'''

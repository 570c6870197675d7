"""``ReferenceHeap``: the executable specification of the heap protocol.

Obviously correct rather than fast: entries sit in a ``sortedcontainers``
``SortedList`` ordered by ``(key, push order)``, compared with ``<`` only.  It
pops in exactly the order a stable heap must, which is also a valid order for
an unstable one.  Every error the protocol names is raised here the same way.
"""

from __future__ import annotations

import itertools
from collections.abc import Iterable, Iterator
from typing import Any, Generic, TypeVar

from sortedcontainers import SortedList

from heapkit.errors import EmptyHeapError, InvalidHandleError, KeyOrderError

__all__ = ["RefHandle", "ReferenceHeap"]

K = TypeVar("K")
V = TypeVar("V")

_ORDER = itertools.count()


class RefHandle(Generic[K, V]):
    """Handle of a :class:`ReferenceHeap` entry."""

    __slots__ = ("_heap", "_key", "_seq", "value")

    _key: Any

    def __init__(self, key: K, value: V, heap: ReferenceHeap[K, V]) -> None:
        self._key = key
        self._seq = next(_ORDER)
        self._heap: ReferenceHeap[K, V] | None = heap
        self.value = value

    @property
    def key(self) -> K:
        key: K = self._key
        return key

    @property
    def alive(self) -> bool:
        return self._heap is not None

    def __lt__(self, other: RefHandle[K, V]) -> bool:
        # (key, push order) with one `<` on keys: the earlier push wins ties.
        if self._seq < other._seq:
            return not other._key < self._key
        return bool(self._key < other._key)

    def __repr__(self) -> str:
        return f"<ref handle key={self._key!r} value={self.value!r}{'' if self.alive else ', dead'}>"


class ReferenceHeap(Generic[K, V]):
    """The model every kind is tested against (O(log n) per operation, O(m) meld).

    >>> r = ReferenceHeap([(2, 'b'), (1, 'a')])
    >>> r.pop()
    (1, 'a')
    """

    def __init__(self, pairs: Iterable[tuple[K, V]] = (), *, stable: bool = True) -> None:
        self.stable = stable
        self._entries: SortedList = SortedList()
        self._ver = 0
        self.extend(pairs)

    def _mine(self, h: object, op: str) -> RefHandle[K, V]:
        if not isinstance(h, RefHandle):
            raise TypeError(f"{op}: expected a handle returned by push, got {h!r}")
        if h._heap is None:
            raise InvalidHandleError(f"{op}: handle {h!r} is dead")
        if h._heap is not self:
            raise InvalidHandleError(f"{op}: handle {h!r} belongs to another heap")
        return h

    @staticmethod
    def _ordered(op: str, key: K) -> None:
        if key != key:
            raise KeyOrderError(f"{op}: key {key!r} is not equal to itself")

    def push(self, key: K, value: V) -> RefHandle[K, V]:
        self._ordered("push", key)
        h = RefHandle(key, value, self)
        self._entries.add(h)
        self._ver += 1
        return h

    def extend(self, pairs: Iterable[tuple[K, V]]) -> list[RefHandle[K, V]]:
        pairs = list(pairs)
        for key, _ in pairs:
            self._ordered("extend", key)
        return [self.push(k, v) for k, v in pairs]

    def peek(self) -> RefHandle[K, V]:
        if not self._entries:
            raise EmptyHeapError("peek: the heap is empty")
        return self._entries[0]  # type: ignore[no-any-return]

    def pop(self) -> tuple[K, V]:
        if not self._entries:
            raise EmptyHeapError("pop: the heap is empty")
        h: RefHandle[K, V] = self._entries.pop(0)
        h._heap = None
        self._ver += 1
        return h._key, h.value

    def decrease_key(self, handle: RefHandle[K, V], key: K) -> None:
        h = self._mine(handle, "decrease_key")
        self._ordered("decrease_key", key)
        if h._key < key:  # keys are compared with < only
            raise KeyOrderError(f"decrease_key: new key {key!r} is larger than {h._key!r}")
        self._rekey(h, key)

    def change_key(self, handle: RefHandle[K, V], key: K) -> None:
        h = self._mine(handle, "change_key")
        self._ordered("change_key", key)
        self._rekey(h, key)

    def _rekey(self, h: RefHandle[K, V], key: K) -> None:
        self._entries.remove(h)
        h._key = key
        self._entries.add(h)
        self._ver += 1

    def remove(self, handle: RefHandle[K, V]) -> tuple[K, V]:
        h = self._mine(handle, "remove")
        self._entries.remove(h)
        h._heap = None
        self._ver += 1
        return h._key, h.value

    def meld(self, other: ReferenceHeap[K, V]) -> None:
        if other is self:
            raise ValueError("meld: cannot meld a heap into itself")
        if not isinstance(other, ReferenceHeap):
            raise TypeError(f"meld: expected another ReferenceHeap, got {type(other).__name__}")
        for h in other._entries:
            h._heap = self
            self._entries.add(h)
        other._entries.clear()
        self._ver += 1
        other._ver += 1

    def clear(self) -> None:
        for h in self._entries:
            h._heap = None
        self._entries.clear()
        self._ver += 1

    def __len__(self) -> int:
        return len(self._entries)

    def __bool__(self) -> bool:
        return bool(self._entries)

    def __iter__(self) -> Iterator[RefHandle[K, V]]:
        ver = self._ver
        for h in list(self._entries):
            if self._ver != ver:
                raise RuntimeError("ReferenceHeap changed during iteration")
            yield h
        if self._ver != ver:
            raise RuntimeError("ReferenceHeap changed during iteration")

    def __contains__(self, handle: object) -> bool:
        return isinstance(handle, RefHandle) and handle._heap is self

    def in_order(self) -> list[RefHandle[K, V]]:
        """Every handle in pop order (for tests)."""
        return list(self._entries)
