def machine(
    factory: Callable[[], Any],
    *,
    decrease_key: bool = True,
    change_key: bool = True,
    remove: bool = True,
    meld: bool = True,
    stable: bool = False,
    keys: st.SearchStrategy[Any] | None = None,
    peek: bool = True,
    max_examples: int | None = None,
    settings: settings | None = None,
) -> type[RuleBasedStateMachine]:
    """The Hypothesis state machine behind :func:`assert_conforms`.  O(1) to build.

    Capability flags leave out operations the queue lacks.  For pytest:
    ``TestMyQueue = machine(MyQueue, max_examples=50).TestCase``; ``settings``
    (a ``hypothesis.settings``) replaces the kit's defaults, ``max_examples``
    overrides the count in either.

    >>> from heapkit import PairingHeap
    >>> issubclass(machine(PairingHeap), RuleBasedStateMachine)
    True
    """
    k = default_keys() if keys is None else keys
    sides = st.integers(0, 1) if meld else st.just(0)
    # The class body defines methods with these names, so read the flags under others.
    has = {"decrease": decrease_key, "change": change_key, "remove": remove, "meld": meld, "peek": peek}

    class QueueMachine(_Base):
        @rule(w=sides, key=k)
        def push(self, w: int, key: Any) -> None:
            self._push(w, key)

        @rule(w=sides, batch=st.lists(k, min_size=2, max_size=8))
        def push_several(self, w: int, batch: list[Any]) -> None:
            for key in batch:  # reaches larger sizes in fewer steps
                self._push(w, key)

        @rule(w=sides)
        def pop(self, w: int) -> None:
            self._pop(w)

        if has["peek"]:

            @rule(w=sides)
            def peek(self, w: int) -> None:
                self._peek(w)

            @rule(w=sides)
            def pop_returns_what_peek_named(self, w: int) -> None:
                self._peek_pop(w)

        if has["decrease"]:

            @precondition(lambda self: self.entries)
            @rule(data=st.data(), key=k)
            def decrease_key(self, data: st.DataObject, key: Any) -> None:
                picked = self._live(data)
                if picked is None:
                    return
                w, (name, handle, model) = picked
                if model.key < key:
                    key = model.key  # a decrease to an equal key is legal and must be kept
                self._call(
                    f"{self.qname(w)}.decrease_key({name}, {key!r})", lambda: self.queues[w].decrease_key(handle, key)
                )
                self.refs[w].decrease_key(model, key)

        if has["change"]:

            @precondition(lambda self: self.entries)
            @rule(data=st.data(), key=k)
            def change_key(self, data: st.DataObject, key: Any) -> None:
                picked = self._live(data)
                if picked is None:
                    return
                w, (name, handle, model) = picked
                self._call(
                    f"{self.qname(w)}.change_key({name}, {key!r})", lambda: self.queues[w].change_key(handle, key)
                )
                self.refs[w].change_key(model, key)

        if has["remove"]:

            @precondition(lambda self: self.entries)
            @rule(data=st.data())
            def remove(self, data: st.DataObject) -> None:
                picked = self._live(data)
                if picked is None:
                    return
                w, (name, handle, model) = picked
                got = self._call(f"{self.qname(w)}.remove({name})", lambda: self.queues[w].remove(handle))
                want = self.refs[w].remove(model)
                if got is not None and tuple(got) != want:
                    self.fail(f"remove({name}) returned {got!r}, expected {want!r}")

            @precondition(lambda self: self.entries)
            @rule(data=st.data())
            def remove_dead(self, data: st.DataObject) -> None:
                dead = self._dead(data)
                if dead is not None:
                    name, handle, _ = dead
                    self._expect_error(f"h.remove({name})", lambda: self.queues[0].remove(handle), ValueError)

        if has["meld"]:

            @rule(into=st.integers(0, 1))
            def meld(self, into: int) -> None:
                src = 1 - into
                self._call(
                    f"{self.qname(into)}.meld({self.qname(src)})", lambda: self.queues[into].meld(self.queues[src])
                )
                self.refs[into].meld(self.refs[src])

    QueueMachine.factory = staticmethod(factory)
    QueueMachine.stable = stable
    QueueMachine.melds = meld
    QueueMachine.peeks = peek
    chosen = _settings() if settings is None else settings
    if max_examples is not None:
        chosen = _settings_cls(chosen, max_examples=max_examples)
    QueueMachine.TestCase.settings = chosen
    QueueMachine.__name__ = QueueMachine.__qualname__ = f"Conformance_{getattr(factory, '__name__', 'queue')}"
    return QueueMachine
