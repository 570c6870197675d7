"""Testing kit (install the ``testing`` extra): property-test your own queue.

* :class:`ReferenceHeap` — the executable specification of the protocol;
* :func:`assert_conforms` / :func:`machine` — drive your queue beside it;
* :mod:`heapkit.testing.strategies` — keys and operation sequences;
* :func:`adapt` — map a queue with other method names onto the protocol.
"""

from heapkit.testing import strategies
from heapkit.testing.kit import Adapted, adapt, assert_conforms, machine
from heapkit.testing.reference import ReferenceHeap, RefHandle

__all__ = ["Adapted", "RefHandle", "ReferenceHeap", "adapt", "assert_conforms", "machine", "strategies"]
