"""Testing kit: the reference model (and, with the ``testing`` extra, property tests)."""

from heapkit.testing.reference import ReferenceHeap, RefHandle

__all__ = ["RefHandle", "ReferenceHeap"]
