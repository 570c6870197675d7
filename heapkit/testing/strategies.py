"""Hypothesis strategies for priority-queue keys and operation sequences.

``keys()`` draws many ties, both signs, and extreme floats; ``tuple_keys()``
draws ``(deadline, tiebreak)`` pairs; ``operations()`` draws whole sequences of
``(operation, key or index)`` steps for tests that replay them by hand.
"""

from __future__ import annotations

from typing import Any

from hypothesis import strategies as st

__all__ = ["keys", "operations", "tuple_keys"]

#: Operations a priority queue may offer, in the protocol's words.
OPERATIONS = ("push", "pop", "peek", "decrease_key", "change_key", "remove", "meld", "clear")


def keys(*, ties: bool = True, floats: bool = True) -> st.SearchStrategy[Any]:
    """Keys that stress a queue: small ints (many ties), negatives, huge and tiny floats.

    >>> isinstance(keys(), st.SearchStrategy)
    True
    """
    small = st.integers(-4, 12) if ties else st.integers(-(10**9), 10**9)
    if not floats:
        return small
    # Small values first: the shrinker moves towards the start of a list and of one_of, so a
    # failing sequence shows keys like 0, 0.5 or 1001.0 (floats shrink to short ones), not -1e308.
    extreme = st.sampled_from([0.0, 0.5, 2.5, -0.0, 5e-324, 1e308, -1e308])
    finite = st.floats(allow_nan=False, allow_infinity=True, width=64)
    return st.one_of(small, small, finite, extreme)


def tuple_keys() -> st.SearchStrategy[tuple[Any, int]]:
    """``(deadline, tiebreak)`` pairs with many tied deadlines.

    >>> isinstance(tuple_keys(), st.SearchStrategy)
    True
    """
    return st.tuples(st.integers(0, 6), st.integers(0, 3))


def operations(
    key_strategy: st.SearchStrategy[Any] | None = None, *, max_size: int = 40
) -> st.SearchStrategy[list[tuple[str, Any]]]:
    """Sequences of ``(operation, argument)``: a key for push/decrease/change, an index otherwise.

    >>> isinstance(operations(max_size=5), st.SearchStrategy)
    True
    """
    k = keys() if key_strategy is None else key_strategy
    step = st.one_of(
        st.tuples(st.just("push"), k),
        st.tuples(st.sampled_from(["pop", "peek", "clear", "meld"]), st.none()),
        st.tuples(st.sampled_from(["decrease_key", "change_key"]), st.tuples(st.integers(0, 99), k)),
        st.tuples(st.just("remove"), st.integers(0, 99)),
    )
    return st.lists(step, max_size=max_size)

'''

**Exercise description:** Copy down each line in the entries that has the word "expected".

**Answer section:**
            raise TypeError(f"{op}: expected a handle returned by push, got {h!r}")
            raise TypeError(f"meld: expected another ReferenceHeap, got {type(other).__name__}")
                    self.fail(f"remove({name}) returned {got!r}, expected {want!r}")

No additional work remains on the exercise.